• **WHAT THE TASK REQUIRES**
If a line in the data below includes the string "back", please return a copy of it.

• **INPUT RECORDS**
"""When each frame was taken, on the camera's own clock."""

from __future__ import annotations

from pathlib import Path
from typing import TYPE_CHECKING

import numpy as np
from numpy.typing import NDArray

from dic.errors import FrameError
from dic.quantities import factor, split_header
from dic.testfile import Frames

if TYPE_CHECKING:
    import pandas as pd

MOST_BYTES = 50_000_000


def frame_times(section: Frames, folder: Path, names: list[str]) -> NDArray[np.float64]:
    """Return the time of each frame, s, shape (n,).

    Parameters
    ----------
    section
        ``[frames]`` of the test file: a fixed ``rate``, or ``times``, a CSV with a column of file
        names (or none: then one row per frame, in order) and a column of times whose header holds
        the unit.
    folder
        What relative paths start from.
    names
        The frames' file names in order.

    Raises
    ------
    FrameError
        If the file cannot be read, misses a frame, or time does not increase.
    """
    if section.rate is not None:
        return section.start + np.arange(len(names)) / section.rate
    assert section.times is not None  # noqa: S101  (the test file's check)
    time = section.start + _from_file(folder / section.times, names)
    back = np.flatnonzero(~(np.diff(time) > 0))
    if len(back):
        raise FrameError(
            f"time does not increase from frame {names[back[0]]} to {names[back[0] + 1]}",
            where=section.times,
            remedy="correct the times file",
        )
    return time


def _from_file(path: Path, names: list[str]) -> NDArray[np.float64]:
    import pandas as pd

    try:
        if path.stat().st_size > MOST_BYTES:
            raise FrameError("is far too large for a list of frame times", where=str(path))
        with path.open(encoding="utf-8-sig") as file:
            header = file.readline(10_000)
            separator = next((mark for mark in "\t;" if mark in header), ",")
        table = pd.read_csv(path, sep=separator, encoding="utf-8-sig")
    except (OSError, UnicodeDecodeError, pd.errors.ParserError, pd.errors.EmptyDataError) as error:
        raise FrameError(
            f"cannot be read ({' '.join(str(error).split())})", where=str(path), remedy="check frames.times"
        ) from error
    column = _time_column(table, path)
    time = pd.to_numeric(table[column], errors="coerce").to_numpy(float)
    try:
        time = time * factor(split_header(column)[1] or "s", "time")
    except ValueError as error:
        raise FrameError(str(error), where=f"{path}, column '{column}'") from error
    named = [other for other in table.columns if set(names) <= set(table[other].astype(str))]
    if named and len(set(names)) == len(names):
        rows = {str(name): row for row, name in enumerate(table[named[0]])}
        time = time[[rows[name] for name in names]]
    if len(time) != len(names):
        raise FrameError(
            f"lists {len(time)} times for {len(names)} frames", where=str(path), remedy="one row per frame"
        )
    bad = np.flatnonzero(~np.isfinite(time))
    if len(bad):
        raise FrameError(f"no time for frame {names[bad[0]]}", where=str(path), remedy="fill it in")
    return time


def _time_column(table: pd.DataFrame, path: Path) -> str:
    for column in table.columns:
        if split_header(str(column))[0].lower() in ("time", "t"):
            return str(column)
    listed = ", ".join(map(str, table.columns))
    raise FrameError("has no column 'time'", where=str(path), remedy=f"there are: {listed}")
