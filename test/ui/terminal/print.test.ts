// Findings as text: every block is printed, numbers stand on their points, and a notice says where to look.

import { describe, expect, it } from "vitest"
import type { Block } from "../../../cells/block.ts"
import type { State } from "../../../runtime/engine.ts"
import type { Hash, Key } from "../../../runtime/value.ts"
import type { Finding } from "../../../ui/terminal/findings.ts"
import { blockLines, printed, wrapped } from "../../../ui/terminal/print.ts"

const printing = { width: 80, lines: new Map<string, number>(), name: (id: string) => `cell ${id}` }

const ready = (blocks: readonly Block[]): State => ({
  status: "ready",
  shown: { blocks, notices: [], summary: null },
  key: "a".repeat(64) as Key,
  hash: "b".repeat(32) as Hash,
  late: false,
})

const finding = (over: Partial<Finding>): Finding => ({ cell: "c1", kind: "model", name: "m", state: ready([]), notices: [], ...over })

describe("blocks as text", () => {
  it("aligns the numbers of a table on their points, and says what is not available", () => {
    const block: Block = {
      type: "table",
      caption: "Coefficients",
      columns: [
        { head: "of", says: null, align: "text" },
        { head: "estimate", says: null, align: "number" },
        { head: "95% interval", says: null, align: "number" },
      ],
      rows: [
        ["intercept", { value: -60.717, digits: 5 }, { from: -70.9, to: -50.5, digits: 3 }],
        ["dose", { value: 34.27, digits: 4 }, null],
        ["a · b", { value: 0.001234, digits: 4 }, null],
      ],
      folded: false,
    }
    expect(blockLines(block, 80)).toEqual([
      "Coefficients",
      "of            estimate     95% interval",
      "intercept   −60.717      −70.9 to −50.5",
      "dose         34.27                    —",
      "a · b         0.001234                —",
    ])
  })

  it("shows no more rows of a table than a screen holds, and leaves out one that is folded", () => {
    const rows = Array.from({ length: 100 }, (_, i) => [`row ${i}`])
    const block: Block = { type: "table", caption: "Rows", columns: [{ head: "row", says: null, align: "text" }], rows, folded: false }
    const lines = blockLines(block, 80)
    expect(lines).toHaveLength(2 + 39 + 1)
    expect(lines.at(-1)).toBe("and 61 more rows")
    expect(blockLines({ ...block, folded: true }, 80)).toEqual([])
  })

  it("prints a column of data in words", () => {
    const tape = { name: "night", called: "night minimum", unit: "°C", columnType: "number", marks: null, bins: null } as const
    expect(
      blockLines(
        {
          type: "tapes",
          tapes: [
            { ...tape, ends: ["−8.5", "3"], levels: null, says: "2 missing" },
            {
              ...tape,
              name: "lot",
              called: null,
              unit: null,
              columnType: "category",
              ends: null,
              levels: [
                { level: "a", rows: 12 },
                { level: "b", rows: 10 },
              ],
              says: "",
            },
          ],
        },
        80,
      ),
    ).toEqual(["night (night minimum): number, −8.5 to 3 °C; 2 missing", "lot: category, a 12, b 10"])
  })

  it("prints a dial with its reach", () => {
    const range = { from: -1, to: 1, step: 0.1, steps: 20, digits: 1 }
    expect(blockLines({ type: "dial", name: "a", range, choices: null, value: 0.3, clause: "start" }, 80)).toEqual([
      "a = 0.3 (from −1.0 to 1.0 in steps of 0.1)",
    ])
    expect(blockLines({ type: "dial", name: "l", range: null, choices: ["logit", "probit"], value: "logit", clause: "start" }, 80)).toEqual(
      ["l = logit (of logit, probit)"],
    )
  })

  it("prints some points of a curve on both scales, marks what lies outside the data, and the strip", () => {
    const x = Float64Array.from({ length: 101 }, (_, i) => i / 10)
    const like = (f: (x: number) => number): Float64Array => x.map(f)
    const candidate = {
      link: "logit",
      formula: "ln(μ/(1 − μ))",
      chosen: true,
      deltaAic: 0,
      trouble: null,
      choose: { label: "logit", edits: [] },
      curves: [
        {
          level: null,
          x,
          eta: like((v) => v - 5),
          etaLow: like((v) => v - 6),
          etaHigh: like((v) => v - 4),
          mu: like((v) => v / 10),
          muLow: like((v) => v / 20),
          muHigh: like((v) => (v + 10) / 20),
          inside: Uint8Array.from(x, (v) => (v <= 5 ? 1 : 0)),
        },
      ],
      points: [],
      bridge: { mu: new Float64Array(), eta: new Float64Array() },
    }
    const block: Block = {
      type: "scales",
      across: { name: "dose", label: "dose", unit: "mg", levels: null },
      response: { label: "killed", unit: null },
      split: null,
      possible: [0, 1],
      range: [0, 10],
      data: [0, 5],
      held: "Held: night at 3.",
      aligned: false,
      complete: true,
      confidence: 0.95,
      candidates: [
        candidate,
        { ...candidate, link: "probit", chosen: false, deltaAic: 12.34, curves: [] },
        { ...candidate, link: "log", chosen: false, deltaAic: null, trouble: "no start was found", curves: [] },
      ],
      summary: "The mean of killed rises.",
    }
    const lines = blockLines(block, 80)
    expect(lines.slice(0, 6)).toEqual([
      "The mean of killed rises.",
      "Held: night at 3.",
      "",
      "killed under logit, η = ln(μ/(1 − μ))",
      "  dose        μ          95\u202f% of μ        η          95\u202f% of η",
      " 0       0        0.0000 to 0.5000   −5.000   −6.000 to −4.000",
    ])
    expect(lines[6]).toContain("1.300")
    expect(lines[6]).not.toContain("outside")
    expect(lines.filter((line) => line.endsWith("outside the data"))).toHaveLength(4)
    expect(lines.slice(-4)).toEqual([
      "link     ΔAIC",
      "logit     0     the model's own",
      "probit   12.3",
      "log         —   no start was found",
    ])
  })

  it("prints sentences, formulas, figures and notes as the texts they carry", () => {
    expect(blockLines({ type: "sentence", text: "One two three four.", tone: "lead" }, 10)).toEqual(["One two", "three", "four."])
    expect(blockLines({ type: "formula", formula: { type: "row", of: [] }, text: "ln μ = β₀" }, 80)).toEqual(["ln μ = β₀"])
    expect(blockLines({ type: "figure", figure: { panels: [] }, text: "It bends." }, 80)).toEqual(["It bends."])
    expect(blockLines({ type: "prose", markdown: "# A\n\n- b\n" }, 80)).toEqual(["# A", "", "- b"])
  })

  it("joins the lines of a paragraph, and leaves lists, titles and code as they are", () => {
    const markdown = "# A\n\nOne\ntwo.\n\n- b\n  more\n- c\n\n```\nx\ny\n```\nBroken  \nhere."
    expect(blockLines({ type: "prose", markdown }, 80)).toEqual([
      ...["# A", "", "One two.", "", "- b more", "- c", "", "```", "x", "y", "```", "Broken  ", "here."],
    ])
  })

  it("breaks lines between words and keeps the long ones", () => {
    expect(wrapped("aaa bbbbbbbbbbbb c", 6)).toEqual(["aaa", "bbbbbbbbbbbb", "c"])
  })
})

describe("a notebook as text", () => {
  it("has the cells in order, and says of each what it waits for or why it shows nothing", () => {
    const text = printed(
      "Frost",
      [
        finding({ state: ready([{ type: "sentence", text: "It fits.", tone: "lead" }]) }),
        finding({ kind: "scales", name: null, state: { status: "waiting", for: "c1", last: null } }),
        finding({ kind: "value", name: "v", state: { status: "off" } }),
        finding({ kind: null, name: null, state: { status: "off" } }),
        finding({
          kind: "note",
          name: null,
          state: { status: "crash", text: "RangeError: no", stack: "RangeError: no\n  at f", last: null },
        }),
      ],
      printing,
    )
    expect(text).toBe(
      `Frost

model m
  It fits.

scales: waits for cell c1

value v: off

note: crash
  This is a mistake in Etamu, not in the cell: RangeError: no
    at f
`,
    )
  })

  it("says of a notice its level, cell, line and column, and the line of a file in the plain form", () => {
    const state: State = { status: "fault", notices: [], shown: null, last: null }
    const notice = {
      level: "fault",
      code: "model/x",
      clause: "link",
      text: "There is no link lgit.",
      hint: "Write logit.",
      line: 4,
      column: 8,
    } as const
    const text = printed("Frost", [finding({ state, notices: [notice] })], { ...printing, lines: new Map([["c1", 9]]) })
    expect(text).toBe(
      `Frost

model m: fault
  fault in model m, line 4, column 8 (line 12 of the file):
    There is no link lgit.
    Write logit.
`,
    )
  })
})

• **WRITTEN RESPONSE**
    back = np.flatnonzero(~(np.diff(time) > 0))
    if len(back):
            f"time does not increase from frame {names[back[0]]} to {names[back[0] + 1]}",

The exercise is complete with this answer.